### WHAT THE EXERCISE ASKS:
Reproduce the data that follows in its entirety, character for character.

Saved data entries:
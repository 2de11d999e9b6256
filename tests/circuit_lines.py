"""Reading circuit blocks in tests: real fences from a page, and where each finding stands."""

from __future__ import annotations

from collections.abc import Mapping
from fractions import Fraction

from calccheck.arithmetic import Amount
from calccheck.document import Block, blocks
from calccheck.read.circuit_block import CircuitReading, read_circuit
from calccheck.read.markdown import read_page
from calccheck.source import Sheet, Span, whole

Placed = tuple[int, int, str]  # line in the block from 1, column from 1, the text that the span covers


def reading(
    lines: str, givens: Mapping[str, Amount] | None = None, info: str = "circuit", hertz: Fraction = Fraction(0)
) -> tuple[Sheet, CircuitReading]:
    """The block that a fence of these lines holds; its first line is line 2 of the sheet."""
    sheet = Sheet("sheet.md", f"```{info}\n{lines}\n```\n")
    fence = next(b for b in blocks(read_page(sheet.text)) if b.kind == "fence")
    return sheet, read_circuit(fence, givens or {}, sheet, hertz)


def made_reading(text: str) -> tuple[Sheet, CircuitReading]:
    """The same of any text at all, without a page around it."""
    sheet = Sheet("sheet.md", text)
    lines, offset = [], 0
    for line in text.split("\n"):
        lines.append(whole(line, offset))
        offset += len(line) + 1
    fence = Block("fence", Span(0, len(text)), lines=tuple(lines), info="circuit")
    return sheet, read_circuit(fence, {}, sheet)


def placed(sheet: Sheet, span: Span) -> Placed:
    """Where a span stands in the block."""
    line, column = sheet.line_column(span.start)
    return line - 1, column, sheet.text[span.start : span.end]


def kinds(result: CircuitReading) -> list[str]:
    """The kinds of all findings."""
    return [f.kind for f in result.findings]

### TASK RESPONSE:
repository 2de11d999e9b6256
filename tests/circuit_lines.py
"""Reading circuit blocks in tests: real fences from a page, and where each finding stands."""

from __future__ import annotations

from collections.abc import Mapping
from fractions import Fraction

from calccheck.arithmetic import Amount
from calccheck.document import Block, blocks
from calccheck.read.circuit_block import CircuitReading, read_circuit
from calccheck.read.markdown import read_page
from calccheck.source import Sheet, Span, whole

Placed = tuple[int, int, str]  # line in the block from 1, column from 1, the text that the span covers


def reading(
    lines: str, givens: Mapping[str, Amount] | None = None, info: str = "circuit", hertz: Fraction = Fraction(0)
) -> tuple[Sheet, CircuitReading]:
    """The block that a fence of these lines holds; its first line is line 2 of the sheet."""
    sheet = Sheet("sheet.md", f"```{info}\n{lines}\n```\n")
    fence = next(b for b in blocks(read_page(sheet.text)) if b.kind == "fence")
    return sheet, read_circuit(fence, givens or {}, sheet, hertz)


def made_reading(text: str) -> tuple[Sheet, CircuitReading]:
    """The same of any text at all, without a page around it."""
    sheet = Sheet("sheet.md", text)
    lines, offset = [], 0
    for line in text.split("\n"):
        lines.append(whole(line, offset))
        offset += len(line) + 1
    fence = Block("fence", Span(0, len(text)), lines=tuple(lines), info="circuit")
    return sheet, read_circuit(fence, {}, sheet)


def placed(sheet: Sheet, span: Span) -> Placed:
    """Where a span stands in the block."""
    line, column = sheet.line_column(span.start)
    return line - 1, column, sheet.text[span.start : span.end]


def kinds(result: CircuitReading) -> list[str]:
    """The kinds of all findings."""
    return [f.kind for f in result.findings]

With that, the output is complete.